:: Data to use

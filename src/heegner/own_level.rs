//! Heegner points of a curve at its own level `N` (its conductor), for
//! curves of root number `−1`. See `docs/heegner.md`, section "The
//! curve's own level", for the method and its limits.
//!
//! Facts used (Gross–Zagier, *Invent. Math.* 84 (1986), §I–II; Gross,
//! "Heegner points on X₀(N)", 1984; the computation as in Cohen, *A Course
//! in Computational Algebraic Number Theory*, and Cremona, *Algorithms for
//! Modular Elliptic Curves*, §2; all from memory):
//! * for a fundamental `D < 0` with every `p | N` split in `K = Q(√D)`, the
//!   forms `[A, B, C]`, `N | A`, `B ≡ β (mod 2N)`, `B² − 4AC = D`, give
//!   one Heegner point `τ = (−B + √D)/(2A)` per ideal class;
//! * `φ(τ) = Σ a_k/k q^k` (`q = e^{2πiτ}`) is the modular parametrisation
//!   on `C/Λ_f`, `Λ_f` the period lattice of the newform; for the optimal
//!   curve (Manin constant 1) `Λ_f` is the lattice of the minimal model's
//!   invariant differential;
//! * `φ(W_N τ) = ε·φ(τ) + φ(0)` with `f|W_N = ε·f`, `w(E) = −ε`, and
//!   `φ(0) = ±L(f, 1)`; for `w(E) = −1`, `ε = +1` and `L(f, 1) = 0`, so a
//!   class reached through `W_N` adds `φ` at its `−β` form unchanged
//!   (checked numerically by a test of this module);
//! * the trace `P = Σ φ(τ_i)` lies in `E(K)`, and for `w(E) = −1` in
//!   `E(Q)` up to torsion; it has infinite order exactly when
//!   `L'(E, 1)·L(E^D, 1) ≠ 0` (Gross–Zagier). A torsion trace is detected
//!   numerically and the next `D` tried.
//!
//! When the curve is not the optimal curve of its isogeny class, `Λ_f`
//! and the curve's lattice differ by a small index, and the trace may be
//! a rational point only up to a torsion point of `E(K)`: the candidates
//! `(k·z + λ)/m` (`λ` running over `Λ/mΛ`, small `k`, `m`) are each
//! recognised and checked. **The numerics only propose; the exact check on
//! the curve decides**, and saturation proves generation.

use num_bigint::BigInt;
use num_rational::BigRational;
use num_traits::{FromPrimitive, Signed, ToPrimitive, Zero};

use super::congruent::{phi_with, terms_for};
use super::fixed::{Cx, Fixed};
use super::forms::{self, Rep};
use crate::arith::sqrt_exact;
use crate::budget::Budget;
use crate::curve::{Curve, GlobalLocalData, ModelChange, Point};
use crate::error::{Error, Result};

fn spend(budget: &mut Budget, units: u64) -> Result<()> {
    budget.spend(units).map_err(|_| Error::BudgetExhausted {
        stage: "Heegner point (own level)".into(),
    })
}

/// Complex helpers at one precision.
fn csub(x: &Cx, y: &Cx) -> Cx {
    Cx {
        re: &x.re - &y.re,
        im: &x.im - &y.im,
    }
}

fn cscale(x: &Cx, k: i64) -> Cx {
    Cx {
        re: &x.re * k,
        im: &x.im * k,
    }
}

fn cdiv_int(x: &Cx, k: i64) -> Cx {
    Cx {
        re: &x.re / k,
        im: &x.im / k,
    }
}

/// `x/y` (`y ≠ 0`): `x·ȳ/|y|²`, a few ulp relative to `|x/y|` when `|y|`
/// is not tiny (callers keep guard bits).
fn cdiv(f: &Fixed, x: &Cx, y: &Cx) -> Cx {
    let den = f.mul(&y.re, &y.re) + f.mul(&y.im, &y.im);
    if den.is_zero() {
        return Cx::zero();
    }
    let nre = f.mul(&x.re, &y.re) + f.mul(&x.im, &y.im);
    let nim = f.mul(&x.im, &y.re) - f.mul(&x.re, &y.im);
    Cx {
        re: f.div(&nre, &den),
        im: f.div(&nim, &den),
    }
}

/// `e^{x + iy}` for `|x|, |y| ≤ 2^{20}`.
fn cexp(f: &Fixed, z: &Cx) -> Cx {
    let r = f.exp(&z.re);
    let e = f.expi(&z.im);
    Cx {
        re: f.mul(&r, &e.re),
        im: f.mul(&r, &e.im),
    }
}

/// A period lattice `ω₁Z + ω₂Z` at one precision, Gauss-reduced with
/// `Im(ω₂/ω₁) > 0`, and what `℘` needs.
pub(crate) struct Lattice {
    f: Fixed,
    pi: BigInt,
    w1: Cx,
    w2: Cx,
    tau: Cx,
    q: Cx,
    /// `b2/12` of the model (`x = ℘ − b2/12`).
    b2_12: BigInt,
}

/// The real roots of `4x³ + b2x² + 2b4x + b6` at precision `f`:
/// binary64 starting values refined by Newton's method (quadratic
/// convergence; 12 steps more than the doubling count, then one check
/// that the residual is small). `None` if refinement fails.
fn real_roots(f: &Fixed, b: [&BigInt; 3], three: bool) -> Option<Vec<BigInt>> {
    let bf = |x: &BigInt| x.to_f64().unwrap_or(f64::NAN);
    let (b2, b4, b6) = (bf(b[0]), bf(b[1]), bf(b[2]));
    if !(b2.is_finite() && b4.is_finite() && b6.is_finite()) {
        return None;
    }
    let poly = |x: f64| ((4.0 * x + b2) * x + 2.0 * b4) * x + b6;
    let bound = 1.0 + (b2.abs() / 4.0).max((b4.abs() / 2.0).max(b6.abs() / 4.0));
    let bisect = |mut lo: f64, mut hi: f64| {
        let up = poly(hi) > 0.0;
        for _ in 0..2000 {
            let mid = 0.5 * (lo + hi);
            if mid <= lo || mid >= hi {
                break;
            }
            if (poly(mid) > 0.0) == up {
                hi = mid;
            } else {
                lo = mid;
            }
        }
        0.5 * (lo + hi)
    };
    let approx = if three {
        let disc = (4.0 * b2 * b2 - 96.0 * b4).max(0.0).sqrt();
        let c1 = (-2.0 * b2 - disc) / 24.0;
        let c2 = (-2.0 * b2 + disc) / 24.0;
        vec![bisect(-bound, c1), bisect(c1, c2), bisect(c2, bound)]
    } else {
        vec![bisect(-bound, bound)]
    };
    let bb = [f.int(b[0]), f.int(&(b[1] * 2)), f.int(b[2])];
    let four = f.int(&BigInt::from(4));
    let twelve = f.int(&BigInt::from(12));
    let mut out = Vec::new();
    for x0 in approx {
        let mut x = BigInt::from_f64(x0 * 2f64.powi(40))?.shl_or_shr(i64::from(f.p) - 40);
        let steps = 12 + 64 - (f.p.max(1)).leading_zeros();
        for _ in 0..steps {
            // f(x) = ((4x + b2)x + 2b4)x + b6, f'(x) = (12x + 2b2)x + 2b4.
            let v = f.mul(&(f.mul(&(f.mul(&four, &x) + &bb[0]), &x) + &bb[1]), &x) + &bb[2];
            let d = f.mul(&(f.mul(&twelve, &x) + &bb[0] * 2), &x) + &bb[1];
            if d.is_zero() {
                return None;
            }
            x -= f.div(&v, &d);
        }
        out.push(x);
    }
    Some(out)
}

trait ShlOrShr {
    fn shl_or_shr(self, k: i64) -> BigInt;
}

impl ShlOrShr for BigInt {
    fn shl_or_shr(self, k: i64) -> BigInt {
        if k >= 0 {
            self << k as u32
        } else {
            self >> (-k) as u32
        }
    }
}

impl Lattice {
    /// The lattice of `dx/(2y + a1x + a3)` on the integral model `model`
    /// (the formulas of `analytic::period`, with the second period: for
    /// `Δ > 0`, roots `e1 > e2 > e3`, `ω₁ = π/M(√(e1−e3), √(e1−e2))`,
    /// `ω₂ = iπ/M(√(e1−e3), √(e2−e3))`; for `Δ < 0`, `ω₁ = 2π/M(a, b)`,
    /// `ω₂ = ω₁/2 + iπ/M(a, c)` with `a = 2√R`, `b, c = √(2R ± (3e1 +
    /// b2/4))`; Cohen, Alg. 7.4.7, Cremona §3.7, from memory; checked by
    /// the tests through `℘` at the half periods).
    pub(crate) fn new(p: u32, model: &[BigInt; 5]) -> Option<Lattice> {
        let f = Fixed::new(p);
        let inv = crate::curve::weierstrass_invariants(model);
        let (b2, b4, b6) = (&inv.b2, &inv.b4, &inv.b6);
        let three = inv.discriminant.is_positive();
        let roots = real_roots(&f, [b2, b4, b6], three)?;
        let pi = f.pi();
        let (w1, w2) = if three {
            let (e1, e2, e3) = (&roots[2], &roots[1], &roots[0]);
            let a = f.sqrt(&(e1 - e3));
            let b = f.sqrt(&(e1 - e2));
            let c = f.sqrt(&(e2 - e3));
            let w1 = f.div(&pi, &f.agm(&a, &b));
            let w2 = f.div(&pi, &f.agm(&a, &c));
            (
                Cx {
                    re: w1,
                    im: BigInt::zero(),
                },
                Cx {
                    re: BigInt::zero(),
                    im: w2,
                },
            )
        } else {
            let e1 = &roots[0];
            let b2f = f.int(b2);
            let r2 = f.mul(&f.int(&BigInt::from(3)), &f.mul(e1, e1))
                + f.mul(&b2f, e1) / 2
                + f.int(b4) / 2;
            let r = f.sqrt(&r2);
            let a: BigInt = f.sqrt(&r) * 2;
            let s = e1 * 3 + &b2f / 4;
            let b = f.sqrt(&(&r * 2 + &s));
            let c = f.sqrt(&(&r * 2 - &s));
            if b.is_zero() || c.is_zero() || a.is_zero() {
                return None;
            }
            let w1 = f.div(&(&pi * 2), &f.agm(&a, &b));
            let w2i = f.div(&pi, &f.agm(&a, &c));
            (
                Cx {
                    re: w1.clone(),
                    im: BigInt::zero(),
                },
                Cx {
                    re: w1 / 2,
                    im: w2i,
                },
            )
        };
        let (w1, w2) = gauss_reduce(&f, w1, w2);
        let tau = cdiv(&f, &w2, &w1);
        let two_pi_i_tau = Cx {
            re: -f.mul(&(&pi * 2), &tau.im),
            im: f.mul(&(&pi * 2), &tau.re),
        };
        let q = cexp(&f, &two_pi_i_tau);
        let b2_12 = f.ratio(b2, &BigInt::from(12));
        Some(Lattice {
            f,
            pi,
            w1,
            w2,
            tau,
            q,
            b2_12,
        })
    }

    /// `z − (round(s)·ω₁ + round(t)·ω₂)` for `z = sω₁ + tω₂`, and `z/ω₁`
    /// reduced the same way.
    fn reduce(&self, z: &Cx) -> (Cx, Cx) {
        let f = &self.f;
        let v = cdiv(f, z, &self.w1);
        let t = f.div(&v.im, &self.tau.im);
        let s = &v.re - f.mul(&t, &self.tau.re);
        let (si, ti) = (f.round(&s), f.round(&t));
        let zr = Cx {
            re: &z.re - &self.w1.re * &si - &self.w2.re * &ti,
            im: &z.im - &self.w1.im * &si - &self.w2.im * &ti,
        };
        let vr = Cx {
            re: &v.re - f.int(&si) - &self.tau.re * &ti,
            im: &v.im - &self.tau.im * &ti,
        };
        (zr, vr)
    }

    /// True when `z` is within `2^{−p/2}` (relative to `ω₁`) of a lattice
    /// point.
    fn near_zero(&self, z: &Cx) -> bool {
        let (_, v) = self.reduce(z);
        let lim = u64::from(self.f.p / 2);
        v.re.bits() < lim && v.im.bits() < lim
    }

    /// `x = ℘(z) − b2/12` (complex). `None` at a lattice point.
    ///
    /// The q-expansion (Silverman, *Advanced Topics*, I.6.2; from memory):
    /// with `v = z/ω₁` reduced so that `|Im v| ≤ Im τ/2`, `u = e^{2πiv}`,
    /// `℘ = (2πi/ω₁)²·[1/12 + u/(1−u)² + Σ_{m≥1} (q^m u/(1−q^m u)² +
    /// q^m u⁻¹/(1−q^m u⁻¹)² − 2q^m/(1−q^m)²)]`; `|q^m u^{±1}| ≤
    /// |q|^{m−1/2}` and `|q| ≤ e^{−π√3}` for the reduced basis, so the sum
    /// stops when `|q|^{m−1/2}` is below one guard ulp.
    fn x_of(&self, z: &Cx, budget: &mut Budget) -> Result<Option<Cx>> {
        let g = Fixed::new(self.f.p + 32);
        let up = |x: &BigInt| self.f.rescale(x, g.p);
        let upc = |x: &Cx| Cx {
            re: up(&x.re),
            im: up(&x.im),
        };
        let (_, v) = self.reduce(z);
        if v.re.bits() < u64::from(self.f.p / 2) && v.im.bits() < u64::from(self.f.p / 2) {
            return Ok(None);
        }
        let v = upc(&v);
        let pi = up(&self.pi);
        let two_pi = &pi * 2;
        // u = e^{2πiv} = e^{−2π Im v}·e^{2πi Re v}.
        let u = cexp(
            &g,
            &Cx {
                re: -g.mul(&two_pi, &v.im),
                im: g.mul(&two_pi, &v.re),
            },
        );
        let one = Cx {
            re: g.one(),
            im: BigInt::zero(),
        };
        let frac = |a: &Cx| -> Cx {
            let d = csub(&one, a);
            cdiv(&g, a, &g.cmul(&d, &d))
        };
        let uinv = cdiv(&g, &one, &u);
        let q = upc(&self.q);
        let mut sum = Cx {
            re: g.ratio(&BigInt::from(1), &BigInt::from(12)),
            im: BigInt::zero(),
        }
        .add(&frac(&u));
        let mut qm = q.clone();
        let qabs = g
            .approx_f64(&(g.mul(&q.re, &q.re) + g.mul(&q.im, &q.im)))
            .sqrt();
        let limbs = u64::from(g.p / 64 + 1);
        let mut m = 1u32;
        loop {
            spend(budget, 16 * limbs)?;
            let a = g.cmul(&qm, &u);
            let b = g.cmul(&qm, &uinv);
            let t = csub(&frac(&a).add(&frac(&b)), &cscale(&frac(&qm), 2));
            sum = sum.add(&t);
            // |q|^{m+1/2} below 2^{−p−8}: the rest is below one guard ulp.
            if (f64::from(m) + 0.5) * qabs.ln() < -(f64::from(g.p) + 8.0) * std::f64::consts::LN_2
                || qm.re.is_zero() && qm.im.is_zero()
            {
                break;
            }
            qm = g.cmul(&qm, &q);
            m += 1;
        }
        // (2πi/ω₁)² = −4π²/ω₁².
        let w1 = upc(&self.w1);
        let w1sq = g.cmul(&w1, &w1);
        let k = cdiv(
            &g,
            &Cx {
                re: -g.mul(&two_pi, &two_pi),
                im: BigInt::zero(),
            },
            &w1sq,
        );
        let wp = g.cmul(&k, &sum);
        Ok(Some(Cx {
            re: g.rescale(&wp.re, self.f.p) - &self.b2_12,
            im: g.rescale(&wp.im, self.f.p),
        }))
    }
}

::::

### Task statement
The expected output is each line of the records above that includes the word "round".

### Task output
    /// `z − (round(s)·ω₁ + round(t)·ω₂)` for `z = sω₁ + tω₂`, and `z/ω₁`
        let (si, ti) = (f.round(&s), f.round(&t));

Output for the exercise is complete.